(RECORDS PROVIDED begins)

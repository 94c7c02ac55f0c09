package chem

import (
	"math"
	"slices"
	"strconv"
	"strings"
	"sync"
)

// An Acid is an acid, or the acid that a base becomes, with its dissociation
// constants in water at 25 °C.
type Acid struct {
	Name    string
	CAS     string
	Formula Formula   // of the neutral molecule
	Charge  int       // of the form with most protons on: 0 for an acid, 1 for an amine
	PKa     []float64 // by step
	Sources []string  // by step
	// Enthalpy of dissociation by step in J/mol; nil where it isn't known.
	Enthalpy []float64
}

// PKaAt returns the constants at temperature t from those at 25 °C by the equation of
// van 't Hoff with a constant enthalpy,
//
//	pKa(T) = pKa + ΔH/(R·ln 10)·(1/T − 1/298.15 K)
//
// good to 0.05 from 0 to 60 °C; moved is false, and the constants are those at 25 °C,
// where the enthalpies aren't known. The enthalpies are from memory.
func (a *Acid) PKaAt(t Temperature) (pKa []float64, moved bool) {
	if len(a.Enthalpy) != len(a.PKa) {
		return a.PKa, false
	}
	pKa = make([]float64, len(a.PKa))
	for i, k := range a.PKa {
		pKa[i] = k + a.Enthalpy[i]/(GasConstant*math.Ln10)*(1/float64(t)-1/298.15)
	}
	return pKa, true
}

// gradeRank orders the grades of data/pka.csv, best first: a handbook value,
// which is a critical choice among measurements; a value computed from Gibbs
// energies, which carries their errors; an approximate value for a strong
// acid, good only to say that it is strong.
var gradeRank = map[string]int{
	"handbook":                 1,
	"computed from dataset dG": 2,
	"approximate, strong acid": 3,
}

// acidTable finds acids by CAS number and by the composition of the molecule.
type acidTable struct {
	byCAS         map[string]*Acid
	byName        map[string]*Acid
	byComposition map[string]*Acid // the first of a composition
}

var acids = sync.OnceValue(loadAcids)

// loadAcids joins data/acids.csv, which says what an acid is, with the constants
// of data/pka.csv, which go first where they give every step.
func loadAcids() *acidTable {
	best := bestConstants()
	table := &acidTable{make(map[string]*Acid), make(map[string]*Acid), make(map[string]*Acid)}
	for _, r := range readTable("acids.csv") {
		formula, err := ParseFormula(r.text("formula"))
		if err != nil {
			panic("chem: acids.csv: " + err.Error())
		}
		charge, _ := r.number("charge")
		a := &Acid{Name: r.text("acid"), CAS: r.text("cas"), Formula: formula, Charge: int(charge)}
		a.PKa, a.Sources = steps(best, a.CAS)
		if len(a.PKa) == 0 {
			a.PKa = r.numbers("pKa")
			a.Sources = slices.Repeat([]string{r.text("source")}, len(a.PKa))
		}
		for _, enthalpy := range r.numbers("dissociation_enthalpy_kJ_mol") {
			a.Enthalpy = append(a.Enthalpy, enthalpy*1e3)
		}
		table.byCAS[a.CAS], table.byName[a.Name] = a, a
		if key := formula.Hill(); table.byComposition[key] == nil {
			table.byComposition[key] = a
		}
	}
	// Carbon dioxide and sulfur dioxide in water are the acids.
	table.byCAS["124-38-9"] = table.byCAS["463-79-6"]
	table.byCAS["7446-09-5"] = table.byCAS["7782-99-2"]
	return table
}

// numbers reads a field that lists numbers; it panics on any other text, which a test
// that reads the table finds.
func (r row) numbers(column string) []float64 {
	var xs []float64
	for _, item := range r.list(column) {
		x, err := strconv.ParseFloat(item, 64)
		if err != nil {
			panic("chem: column " + column + ": " + err.Error())
		}
		xs = append(xs, x)
	}
	return xs
}

// acidStep is one dissociation step of one acid.
type acidStep struct {
	cas  string
	step int
}

// bestConstants keeps the best row of every step; rows of the same grade keep the
// first.
func bestConstants() map[acidStep]row {
	best := make(map[acidStep]row)
	for _, r := range readTable("pka.csv") {
		step, _ := r.number("step")
		k := acidStep{r.text("cas"), int(step)}
		kept, ok := best[k]
		if !ok || gradeRank[r.text("grade")] < gradeRank[kept.text("grade")] {
			best[k] = r
		}
	}
	return best
}

// steps returns the constants of an acid from its first step on, up to the first
// that is missing: a second constant alone would make a diprotic acid look
// monoprotic.
func steps(best map[acidStep]row, cas string) (pKa []float64, sources []string) {
	for step := 1; ; step++ {
		r, ok := best[acidStep{cas, step}]
		if !ok {
			return pKa, sources
		}
		x, _ := r.number("pKa")
		pKa, sources = append(pKa, x), append(sources, r.text("source"))
	}
}

// AcidByCAS returns an acid, or the acid of a base, by CAS number.
func AcidByCAS(cas string) (*Acid, bool) {
	a, ok := acids().byCAS[cas]
	return a, ok
}

// AcidByName returns an acid, or the acid of a base, by its name or a synonym, also
// one that is only met in water, such as carbonic acid.
func AcidByName(name string) (*Acid, bool) {
	name = strings.ToLower(strings.TrimSpace(name))
	if a, ok := acids().byName[name]; ok {
		return a, true
	}
	s, ok := LookupSubstance(name)
	if !ok {
		return nil, false
	}
	return AcidByCAS(s.CAS)
}

// PKaOf returns the acid dissociation constants in water at 25 °C by step, as pKa,
// with their source; for a base those of its acid. Where the table has several
// values of a step a handbook value goes before one computed from Gibbs energies,
// and that before an approximate one. What isn't in the tables is refused with a
// *DataError. The slice must not be changed.
func PKaOf(cas string) (pKa []float64, source string, err error) {
	a, ok := AcidByCAS(cas)
	if !ok {
		return nil, "", noData("pKa", cas, "give pka=")
	}
	return a.PKa, strings.Join(unique(a.Sources), "; "), nil
}

// unique drops repeated texts, in order.
func unique(texts []string) []string {
	var kept []string
	seen := make(map[string]bool)
	for _, s := range texts {
		if !seen[s] {
			seen[s] = true
			kept = append(kept, s)
		}
	}
	return kept
}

(RECORDS PROVIDED ends)

EXERCISE AIM
Throughout the data above, copy all lines where the word "seen" is found.

ANSWER TO THE PROBLEM
	seen := make(map[string]bool)
		if !seen[s] {
			seen[s] = true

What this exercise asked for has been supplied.